**** INPUT MATERIAL ****
/// Run the bench step.
pub fn run(args: &[String]) -> Result<(), String> {
    let mut records: u64 = 10_000_000;
    let mut runs: usize = 5;
    let mut firmware = false;
    let mut it = args.iter();
    while let Some(a) = it.next() {
        match a.as_str() {
            "--records" => {
                records = parse_count(it.next(), "--records")?;
                if records < 1_000 {
                    return Err("bench: --records must be at least 1000".into());
                }
            }
            "--runs" => runs = parse_count(it.next(), "--runs")? as usize,
            "--firmware" => firmware = true,
            "--help" | "-h" => {
                print!("{HELP}");
                return Ok(());
            }
            other => return Err(format!("bench: unknown option `{other}` (see --help)")),
        }
    }
    if runs == 0 {
        return Err("bench: --runs must be at least 1".into());
    }
    let root = PathBuf::from(env!("CARGO_MANIFEST_DIR"))
        .parent()
        .map(Path::to_path_buf)
        .ok_or("cannot find the repository root")?;
    let work = root.join("target").join("bench");
    fs::create_dir_all(&work).map_err(|e| format!("cannot create {}: {e}", work.display()))?;
    let ctx = Ctx {
        cli: root.join("target").join("release").join("headroom"),
        root,
        work,
        runs,
    };

    println!("== bench: building (release, LTO)");
    cargo(&ctx, &["build", "--release", "-p", "headroom-cli"])?;
    let callgrind_exe = build_bench_exe(&ctx, "update_callgrind")?;
    let throughput_exe = build_bench_exe(&ctx, "log_throughput")?;

    let machine = machine();
    println!("== bench: machine: {machine}");
    let mut rows: Vec<Row> = Vec::new();

    // Controller: state, callgrind, host rate.
    println!("== bench: controller update");
    let probe = run_out(Command::new(&callgrind_exe).args(["update", "1000"]))?;
    let state_bytes = key_u64(&probe, "state_bytes")?;
    rows.push(Row::new(
        "controller state, W = 32 (host, `size_of`)",
        "≤ 256 B",
        format!("{state_bytes} B"),
        Some(state_bytes <= 256),
        state_note(state_bytes),
    ));
    let ir = callgrind_per_update(&ctx, &callgrind_exe)?;
    rows.push(Row::new(
        "controller update, instructions (host x86-64, callgrind)",
        "(tracks regressions)",
        format!("{ir:.1} instr/update"),
        None,
        format!(
            "((Ir(update, {b}) − Ir(update, {a})) − (Ir(baseline, {b}) − Ir(baseline, {a}))) / {d}; exact, a 2× regression shows as 2×",
            a = CALLGRIND_N.0,
            b = CALLGRIND_N.1,
            d = CALLGRIND_N.1 - CALLGRIND_N.0
        ),
    ));
    let rate_out = run_out(Command::new(&callgrind_exe).args(["rate", "65536"]))?;
    let rate = key_f64(&rate_out, "updates_per_s")?;
    rows.push(Row::new(
        "controller updates per second, host, 1 core",
        "≥ 50 M/s",
        format!("{:.1} M/s", rate / 1e6),
        Some(rate >= 50e6),
        "best of 20 passes over 65 536 mixed observations".into(),
    ));
    firmware_rows(&ctx, firmware, &mut rows)?;

    // Logs.
    println!("== bench: logs of {records} records");
    let (bin_log, csv_log) = make_logs(&ctx, records)?;
    let small = (records / 10).max(1_000);
    let (small_bin, small_csv) = make_logs(&ctx, small)?;
    let bin_size = file_len(&bin_log)?;
    let csv_size = file_len(&csv_log)?;

    println!("== bench: replay");
    warm(&bin_log)?;
    let bin_replay = best_wall(&ctx, &[&bin_log])?;
    let decode = best_decode(&ctx, &throughput_exe, &bin_log, false)?;
    let decode_replay = best_decode(&ctx, &throughput_exe, &bin_log, true)?;
    let bin_rate = records as f64 / bin_replay.as_secs_f64();
    rows.push(Row::new(
        "`headroom replay` binary log, end to end",
        "≥ 20 M records/s",
        format!("{:.1} M records/s", bin_rate / 1e6),
        Some(bin_rate >= 20e6),
        format!(
            "{records} records, {:.0} MB ({:.1} B/record), page cache, best of {} ({:.3} s)",
            bin_size as f64 / 1e6,
            bin_size as f64 / records as f64,
            ctx.runs,
            bin_replay.as_secs_f64()
        ),
    ));
    let ratio = bin_replay.as_secs_f64() / decode.as_secs_f64();
    rows.push(Row::new(
        "replay time ÷ decode-only time (binary)",
        "≤ 1.5×",
        format!("{ratio:.2}×"),
        Some(ratio <= 1.5),
        format!(
            "decode only (engine FrameDecoder, 64 KiB reads, optimised, no CLI, one thread): {:.1} M records/s; decode + Replay::step, same harness, one thread: {:.1} M records/s ({:.2}× decode); the CLI reads ahead on a second thread",
            records as f64 / decode.as_secs_f64() / 1e6,
            records as f64 / decode_replay.as_secs_f64() / 1e6,
            decode_replay.as_secs_f64() / decode.as_secs_f64()
        ),
    ));
    warm(&csv_log)?;
    let csv_replay = best_wall(&ctx, &[&csv_log])?;
    let csv_rate = records as f64 / csv_replay.as_secs_f64();
    rows.push(Row::new(
        "`headroom replay` CSV log, end to end",
        "≥ 10 M records/s",
        format!("{:.1} M records/s", csv_rate / 1e6),
        Some(csv_rate >= 10e6),
        format!(
            "{:.0} MB ({:.1} B/row), page cache, best of {} ({:.3} s)",
            csv_size as f64 / 1e6,
            csv_size as f64 / records as f64,
            ctx.runs,
            csv_replay.as_secs_f64()
        ),
    ));

    println!("== bench: peak memory");
    let mut rss_rows = Vec::new();
    for (log, n) in [
        (&bin_log, records),
        (&small_bin, small),
        (&csv_log, records),
        (&small_csv, small),
    ] {
        rss_rows.push((log.clone(), n, peak_rss_kib(&ctx, log)?));
    }
    for kind in ["hrlog", "csv"] {
        let mine: Vec<&(PathBuf, u64, u64)> = rss_rows
            .iter()
            .filter(|(p, _, _)| p.extension().is_some_and(|e| e == kind))
            .collect();
        if let [(_, n_big, big), (_, n_small, small_kib)] = mine.as_slice() {
            rows.push(Row::new(
                &format!("peak RSS, replay of a {} M-record {} log", n_big / 1_000_000, kind),
                "< 50 MiB, constant",
                format!("{:.1} MiB", *big as f64 / 1024.0),
                Some((*big as f64) < 50.0 * 1024.0),
                format!(
                    "/usr/bin/time -v; {:.1} MiB for {n_small} records (constant memory: the two agree)",
                    *small_kib as f64 / 1024.0
                ),
            ));
        }
    }

    println!("== bench: bytes per record of each format");
    format_rows(&ctx, &mut rows)?;

    println!("== bench: tune");
    tune_row(&ctx, &mut rows, &small_bin, small)?;

    println!("== bench: calculator latency");
    calculator_rows(&ctx, &mut rows)?;

    let table = render(&machine, &rows);
    println!("\n{table}");
    let out = ctx.root.join("target").join("bench-table.md");
    fs::write(&out, &table).map_err(|e| format!("cannot write {}: {e}", out.display()))?;
    println!("(written to {})", out.display());
    Ok(())
}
****
What lines of the preceding data include the string "PathBuf"? Pull them out.

ANSWER TO THE PROBLEM
    let root = PathBuf::from(env!("CARGO_MANIFEST_DIR"))
        let mine: Vec<&(PathBuf, u64, u64)> = rss_rows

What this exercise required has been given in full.